FR0 jets and recollimation-induced instabilities

TL;DR

This paper investigates the dynamics of low-power FR0 jets, proposing that hydrodynamical instabilities at pc scales cause their rapid deceleration and compact appearance, contrasting with larger, more stable jets in other radio galaxy classes.

Contribution

It introduces a 3D relativistic hydrodynamical simulation demonstrating how recollimation-induced instabilities lead to jet deceleration in FR0s, providing a physical explanation for their observed properties.

Findings

Instabilities cause rapid jet deceleration and turbulence.

Mixing and entrainment are promoted by recollimation shocks.
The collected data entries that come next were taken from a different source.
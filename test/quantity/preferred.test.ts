// Choosing preferred values, in every decade and under float noise.

import { expect, test } from 'vitest';
import { nextPreferred, preferredValue, SERIES, SERIES_NAMES } from '../../src/quantity/index.ts';
import type { SeriesName } from '../../src/quantity/index.ts';
import { createDraw } from '../support/counter-random.ts';

test.each([
  ['E24', 1550, 'nearest', 1600], // by ratio: 1.5 and 1.6 meet at 1549.2
  ['E24', 1549, 'nearest', 1500],
  ['E24', 1510, 'up', 1600],
  ['E24', 1590, 'down', 1500],
  ['E24', 9.4, 'nearest', 9.1],
  ['E24', 9.6, 'nearest', 10], // across the decade
  ['E24', 9.2, 'up', 10],
  ['E24', 0.99, 'down', 0.91],
  ['E3', 3.2, 'nearest', 2.2], // √(2.2 · 4.7) = 3.2156
  ['E3', 3.22, 'nearest', 4.7],
  ['E3', 6.8, 'nearest', 4.7], // √(4.7 · 10) = 6.8557
  ['E3', 6.9, 'nearest', 10],
  ['E12', 1e-9, 'nearest', 1e-9],
  ['E96', 4.7e3, 'nearest', 4.75e3],
  ['E192', 919, 'nearest', 920],
  ['E192', 4.725e-12, 'down', 4.7e-12],
] as const)('in %s the value for %d, %s, is %d', (series, wanted, direction, value) => {
  expect(preferredValue(series, wanted, direction)).toBe(value);
});

test.each(SERIES_NAMES)(
  'each value of %s is its own answer in every decade, float noise of either sign included',
  (name) => {
    const wrong: number[] = [];
    for (let decade = -15; decade <= 12; decade++) {
      for (const printed of SERIES[name]) {
        const value = Number(`${printed}e${decade}`);
        for (const noisy of [value, value * (1 + 4e-16), value * (1 - 4e-16), value * (1 + 2e-14), value * (1 - 2e-14)])
          for (const direction of ['nearest', 'up', 'down'] as const)
            if (preferredValue(name, noisy, direction) !== value) wrong.push(noisy);
      }
    }
    expect(wrong).toEqual([]);
  },
);

test('what differs by more than the noise is rounded: 4700.00001 goes up to 5100', () => {
  expect(preferredValue('E24', 4700.00001, 'up')).toBe(5100);
  expect(preferredValue('E24', 4699.99999, 'down')).toBe(4300);
});

test('up is the least value not below, down the greatest not above, nearest the one with the smaller ratio', () => {
  const draw = createDraw(60063);
  const wrong: unknown[] = [];
  for (let i = 0; i < 20_000; i++) {
    const series = SERIES_NAMES[Math.floor(draw() * SERIES_NAMES.length)];
    const x = 10 ** (draw() * 24 - 14);
    const all = decadesAround(series, x);
    const up = all.find((value) => value >= x)!;
    const down = all.findLast((value) => value <= x)!;
    const nearest = Math.log(up / x) < Math.log(x / down) ? up : down;
    const found = (['up', 'down', 'nearest'] as const).map((direction) => preferredValue(series, x, direction));
    if (found[0] !== up || found[1] !== down || found[2] !== nearest) wrong.push([series, x, found]);
  }
  expect(wrong).toEqual([]);
});

test('the next value is never the value itself', () => {
  expect(nextPreferred('E24', 1000, 'down')).toBe(910);
  expect(nextPreferred('E24', 1000, 'up')).toBe(1100);
  expect(nextPreferred('E24', 910, 'up')).toBe(1000);
  expect(nextPreferred('E24', 1050, 'up')).toBe(1100);
  expect(nextPreferred('E24', 1050, 'down')).toBe(1000);
});

test('stepping up through a decade and down again passes every value once', () => {
  let value = 1e-9;
  const passed: number[] = [];
  for (let i = 0; i < 96; i++) passed.push((value = nextPreferred('E96', value, 'up')));
  expect(passed).toEqual([...SERIES.E96.slice(1).map((printed) => Number(`${printed}e-11`)), 1e-8]);
  for (let i = 0; i < 96; i++) value = nextPreferred('E96', value, 'down');
  expect(value).toBe(1e-9);
});

test.each([0, -4700, Infinity, NaN])('there is no preferred value for %d', (x) => {
  expect(() => preferredValue('E24', x, 'nearest')).toThrow(RangeError);
  expect(() => nextPreferred('E24', x, 'up')).toThrow(RangeError);
});

function decadesAround(series: SeriesName, x: number): number[] {
  const digits = series === 'E48' || series === 'E96' || series === 'E192' ? 2 : 1;
  const decade = Math.floor(Math.log10(x));
  return [-1, 0, 1, 2].flatMap((step) =>
    SERIES[series].map((printed) => Number(`${printed}e${decade + step - digits}`)),
  );
}
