// Values as text: prefixes, digits, signs, and the ASCII form that goes back into a sheet.

import { describe, expect, test } from 'vitest';
import {
  bestPrefix,
  CAPACITANCE,
  CONDUCTANCE,
  CURRENT,
  DECIBEL,
  formatValue,
  FREQUENCY,
  knownUnit,
  LENGTH,
  linearKind,
  NOISE_CURRENT_DENSITY,
  NOISE_VOLTAGE_DENSITY,
  PLAIN,
  plainText,
  POWER,
  RECIPROCAL_VOLTAGE,
  RESISTANCE,
  ROOT_VOLTAGE,
  SQUARE_LAW_CONSTANT,
  superscript,
  TEMPERATURE_DIFFERENCE,
  TEMPERATURE_POINT,
  THERMAL_RESISTANCE,
  TIME,
  VOLTAGE,
  VOLTAGE_TEMPERATURE_COEFFICIENT,
} from '../../src/quantity/index.ts';
import type { FormatOptions, ValueKind } from '../../src/quantity/index.ts';

const text = (value: number, kind: ValueKind, options?: FormatOptions) => formatValue(value, kind, options).text;

describe('three significant digits under an engineering prefix', () => {
  test.each<[number, ValueKind, string]>([
    [1180, RESISTANCE, '1.18 kΩ'],
    [999.4, RESISTANCE, '999 Ω'],
    [999.6, RESISTANCE, '1.00 kΩ'],
    [999_500, RESISTANCE, '1.00 MΩ'],
    [0.9996, VOLTAGE, '1.00 V'],
    [1.185e-3, CURRENT, '1.19 mA'],
    [1185, RESISTANCE, '1.19 kΩ'],
    [-2.2, VOLTAGE, '−2.20 V'],
    [-0.05, VOLTAGE, '−50.0 mV'],
    [15, VOLTAGE, '15.0 V'],
    [47e-9, CAPACITANCE, '47.0 nF'],
    [1e-6, CAPACITANCE, '1.00 µF'],
    [3.5e-3, CONDUCTANCE, '3.50 mS'],
    [2.2e6, FREQUENCY, '2.20 MHz'],
    [0.02, FREQUENCY, '20.0 mHz'],
    [5e-13, CURRENT, '500 fA'],
    [1e-15, CURRENT, '1.00 fA'],
    [0.0342, POWER, '34.2 mW'],
    [1e-3, TIME, '1.00 ms'],
    [3723, TIME, '3720 s'],
    [37_230, TIME, '37\u2009200 s'],
    [2e-6, LENGTH, '2.00 µm'],
    [5.6e-3, SQUARE_LAW_CONSTANT, '5.60 mA/V²'],
    [4.7e-9, NOISE_VOLTAGE_DENSITY, '4.70 nV/√Hz'],
    [1e-15, NOISE_CURRENT_DENSITY, '1.00 fA/√Hz'],
    [-2.2e-3, VOLTAGE_TEMPERATURE_COEFFICIENT, '−2.20 mV/K'],
    [0.01, RECIPROCAL_VOLTAGE, '0.0100 /V'],
    [0.5, ROOT_VOLTAGE, '0.500 √V'],
    [357, THERMAL_RESISTANCE, '357 K/W'],
    [2.5e-17, linearKind([2, 0, 1, 0, 0]), '25.0 nV²/Hz'],
    [4e-12, linearKind([0, 0, 0, 0, 2]), '4.00 µm²'],
    [1500, linearKind([2, 0, 0, 0, 0]), '1500 V²'],
    [1.234, linearKind([0, 0, 0, 0, 0]), '1.23'],
  ])('%d as kind %o', (value, kind, shown) => expect(text(value, kind)).toBe(shown));
});

describe('numbers that no prefix brings near 1', () => {
  test.each<[number, ValueKind, string]>([
    [1e-18, CURRENT, '1.00×10⁻¹⁸ A'],
    [9.996e-16, CURRENT, '1.00 fA'],
    [1e14, RESISTANCE, '1.00×10¹⁴ Ω'],
    [9.99e11, RESISTANCE, '999 GΩ'],
    [12_345, PLAIN, '12\u2009300'],
    [1234, PLAIN, '1230'],
    [9_994_000, PLAIN, '9\u2009990\u2009000'],
    [9_996_000, PLAIN, '1.00×10⁷'],
    [-5e7, PLAIN, '−5.00×10⁷'],
    [0.000123, PLAIN, '0.000123'],
    [0.0000123, PLAIN, '1.23×10⁻⁵'],
    [3e-5, linearKind([0, 0, 0, -1, 0]), '3.00×10⁻⁵ /K'],
  ])('%d as kind %o', (value, kind, shown) => expect(text(value, kind)).toBe(shown));
});

describe('temperatures and levels', () => {
  test.each<[number, ValueKind, string]>([
    [298.15, TEMPERATURE_POINT, '25.0 °C'],
    [278.15, TEMPERATURE_POINT, '5.0 °C'],
    [273.15, TEMPERATURE_POINT, '0 °C'],
    [273.16, TEMPERATURE_POINT, '0.0 °C'],
    [233.15, TEMPERATURE_POINT, '−40.0 °C'],
    [373.15 - 0.04, TEMPERATURE_POINT, '100 °C'],
    [423.15, TEMPERATURE_POINT, '150 °C'],
    [10, TEMPERATURE_DIFFERENCE, '10.0 K'],
    [0.02, TEMPERATURE_DIFFERENCE, '0.0200 K'],
    [20, DECIBEL, '20.0 dB'],
    [-3.0103, DECIBEL, '−3.01 dB'],
    [0.0512, DECIBEL, '0.05 dB'],
    [-0.001, DECIBEL, '0.00 dB'],
    [120.4, DECIBEL, '120 dB'],
  ])('%d as kind %o', (value, kind, shown) => expect(text(value, kind)).toBe(shown));

  test('outward rounding leaves a temperature alone that is only off by float noise', () => {
    expect(text(273.15 + 12.3, TEMPERATURE_POINT, { rounding: 'up' })).toBe('12.3 °C');
    expect(text(273.15 + 12.3, TEMPERATURE_POINT, { rounding: 'down' })).toBe('12.3 °C');
    expect(text(273.15 + 5.000001, TEMPERATURE_POINT, { rounding: 'up' })).toBe('5.1 °C');
    expect(text(273.15 - 5.000001, TEMPERATURE_POINT, { rounding: 'up' })).toBe('−5.0 °C');
  });
});

describe('an explicit unit', () => {
  test.each<[number, ValueKind, string, string, string]>([
    [0.05, PLAIN, '%', '5.00 %', '5 %'],
    [0.999_96, PLAIN, '%', '100 %', '99.996 %'],
    [30e-6, PLAIN, 'ppm', '30.0 ppm', '30 ppm'],
    [1180, RESISTANCE, 'ohm', '1180 Ω', '1180 ohm'],
    [123_456, RESISTANCE, 'ohm', '123\u2009000 Ω', '123456 ohm'],
    [2.2e-3, SQUARE_LAW_CONSTANT, 'uA/V^2', '2200 µA/V²', '2200 uA/V^2'],
    [1e-9, VOLTAGE, 'V', '1.00×10⁻⁹ V', '1e-9 V'],
    [Math.PI / 4, PLAIN, 'deg', '45.0°', '45 deg'],
    [298.15, TEMPERATURE_POINT, 'degC', '25.0 °C', '25 degC'],
    [298.15, TEMPERATURE_POINT, 'K', '298 K', '298.15 K'],
    [0.0125, RECIPROCAL_VOLTAGE, '%/V', '1.25 %/V', '1.25 %/V'],
    [3e-8, NOISE_VOLTAGE_DENSITY, 'nV/sqrt(Hz)', '30.0 nV/√Hz', '30 nV/Hz^0.5'],
    [1e-3, CONDUCTANCE, 'mA/V', '1.00 mA/V', '1 mA/V'],
  ])('%d as kind %o in %s', (value, kind, unit, typeset, typed) => {
    expect(text(value, kind, { unit: knownUnit(unit) })).toBe(typeset);
    expect(plainText(value, kind, { unit: knownUnit(unit) })).toBe(typed);
  });

  test('a unit of another dimension or scale is our fault', () => {
    expect(() => formatValue(1, VOLTAGE, { unit: knownUnit('mA') })).toThrow('mA is no unit for a voltage');
    expect(() => formatValue(1, PLAIN, { unit: knownUnit('dB') })).toThrow(RangeError);
    expect(() => plainText(1, DECIBEL, { unit: knownUnit('%') })).toThrow(RangeError);
  });
});

test('number, unit and text are given apart and together', () => {
  expect(formatValue(1180, RESISTANCE)).toEqual({ number: '1.18', unit: 'kΩ', text: '1.18 kΩ' });
  expect(formatValue(2.5, PLAIN)).toEqual({ number: '2.50', unit: '', text: '2.50' });
});

test('zero has no sign and no digits behind it', () => {
  expect(text(0, RESISTANCE)).toBe('0 Ω');
  expect(text(-0, VOLTAGE)).toBe('0 V');
  expect(plainText(-0, VOLTAGE)).toBe('0 V');
});

test('infinity is shown without a unit and cannot be typed', () => {
  expect(formatValue(Infinity, RESISTANCE)).toEqual({ number: '∞', unit: '', text: '∞' });
  expect(text(-Infinity, RESISTANCE)).toBe('−∞');
  expect(() => plainText(Infinity, RESISTANCE)).toThrow(RangeError);
});

test('NaN is our fault', () => {
  expect(() => formatValue(NaN, VOLTAGE)).toThrow(RangeError);
  expect(() => plainText(NaN, VOLTAGE)).toThrow(RangeError);
});

test('the count of digits can be chosen', () => {
  expect(text(Math.PI, PLAIN, { digits: 1 })).toBe('3');
  expect(text(Math.PI, PLAIN, { digits: 6 })).toBe('3.14159');
  expect(text(Math.PI, PLAIN, { digits: 17 })).toBe('3.1415926535897931');
  expect(text(0.1, PLAIN, { digits: 20 })).toBe('0.10000000000000000555');
  expect(text(4700, RESISTANCE, { digits: 'all' })).toBe('4.7 kΩ');
  expect(text(0.1 + 0.2, PLAIN, { digits: 'all' })).toBe('0.30000000000000004');
  expect(() => formatValue(1, PLAIN, { digits: 0 })).toThrow(RangeError);
  expect(() => formatValue(1, PLAIN, { digits: 2.5 })).toThrow(RangeError);
});

test('zeros behind the point go on request, zeros before it never', () => {
  expect(text(15, VOLTAGE, { zeros: 'drop' })).toBe('15 V');
  expect(text(1200, RESISTANCE, { zeros: 'drop' })).toBe('1.2 kΩ');
  expect(text(12_000, PLAIN, { zeros: 'drop' })).toBe('12\u2009000');
  expect(text(4700, RESISTANCE, { digits: 'all', zeros: 'keep' })).toBe('4.7 kΩ');
});

describe('the text for the sheet', () => {
  test.each<[number, ValueKind, FormatOptions, string]>([
    [1180, RESISTANCE, {}, '1.18 kohm'],
    [-2.2, VOLTAGE, {}, '-2.2 V'],
    [0.01, RECIPROCAL_VOLTAGE, {}, '0.01 /V'],
    [47e-6, CAPACITANCE, {}, '47 uF'],
    [4.7e-9, NOISE_VOLTAGE_DENSITY, {}, '4.7 nV/Hz^0.5'],
    [0.6, ROOT_VOLTAGE, {}, '0.6 V^0.5'],
    [5.6e-3, SQUARE_LAW_CONSTANT, {}, '5.6 mA/V^2'],
    [298.15, TEMPERATURE_POINT, {}, '25 degC'],
    [20, DECIBEL, {}, '20 dB'],
    [0.05, PLAIN, {}, '0.05'],
    [12_345, PLAIN, {}, '12345'],
    [1.2e-9, PLAIN, {}, '1.2e-9'],
    [1e-18, CURRENT, {}, '1e-18 A'],
    [1234.5678, RESISTANCE, { digits: undefined }, '1.2345678 kohm'],
    [1234.5678, RESISTANCE, { digits: 3 }, '1.23 kohm'],
    [1200.4, RESISTANCE, { digits: 3 }, '1.2 kohm'],
    [1234.5678, RESISTANCE, { digits: 3, rounding: 'up' }, '1.24 kohm'],
  ])('%d as kind %o with %o', (value, kind, options, typed) => expect(plainText(value, kind, options)).toBe(typed));
});

test('the prefix of a value is that of its rounded digits', () => {
  expect(bestPrefix(999.4, RESISTANCE)).toBe(0);
  expect(bestPrefix(999.6, RESISTANCE)).toBe(3);
  expect(bestPrefix(999.6, RESISTANCE, { digits: 4 })).toBe(0);
  expect(bestPrefix(2e-9, CURRENT)).toBe(-9);
  expect(bestPrefix(0, CURRENT)).toBe(0);
  expect(bestPrefix(Infinity, RESISTANCE)).toBe(0);
  expect(formatValue(50, RESISTANCE, { prefix: 3 }).text).toBe('0.0500 kΩ');
  expect(() => formatValue(50, RESISTANCE, { prefix: 2 })).toThrow(RangeError);
});

test('whole numbers are raised', () => {
  expect([2, -12, 0, 345].map(superscript)).toEqual(['²', '⁻¹²', '⁰', '³⁴⁵']);
});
Higher power jets are less affected, allowing larger scale propagation.

Abstract

The recently discovered population of faint FR0 radiogalaxies has been interpreted as the extension to low power of the classical FRI sources. Their radio emission appears to be concentrated in very compact (pc-scale) cores, any extended emission is very weak or absent and VLBI observations show that jets are already mildly or sub-relativistic at pc scales. Based on these observational properties we propose here that the jets of FR0s are strongly decelerated and disturbed at pc scale by hydrodynamical instabilities.}{With the above scenario in mind, we study the dynamics of a low-power relativistic jet propagating into a confining external medium, focusing on the effects of entrainment and mixing promoted by the instabilities developing at the jet-environment interface downstream of a recollimation shock. We perform a 3D relativistic hydrodynamical simulation of a recollimated jet by means of the state-of-the-art code PLUTO. The jet is initially conical, relativistic (with initial Lorentz Factor $\Gamma$=5), cold and light with respect to the confining medium, whose pressure is assumed to slowly decline with distance. The magnetic field is assumed to be dynamically unimportant. The 3D simulation shows that, after the first recollimation/reflection shock system, a rapidlygrowing instability develops, as a result of the interplay between recollimation-induced instabilities and Richtmyer-Meshkov modes. In turn, the instabilities promote strong mixing and entrainment that rapidly lead to the deceleration of the jet and spread its momentum to slowly moving, highly turbulent external gas. We argue that this mechanism could account for the peculiarities of the low-power FR0 jets. For outflows with higher power, Lorentz factor or magnetic field, we expect that the destabilizing effects are less effective, allowing the survival of the jet up to the kpc scale, as observed in FRIs.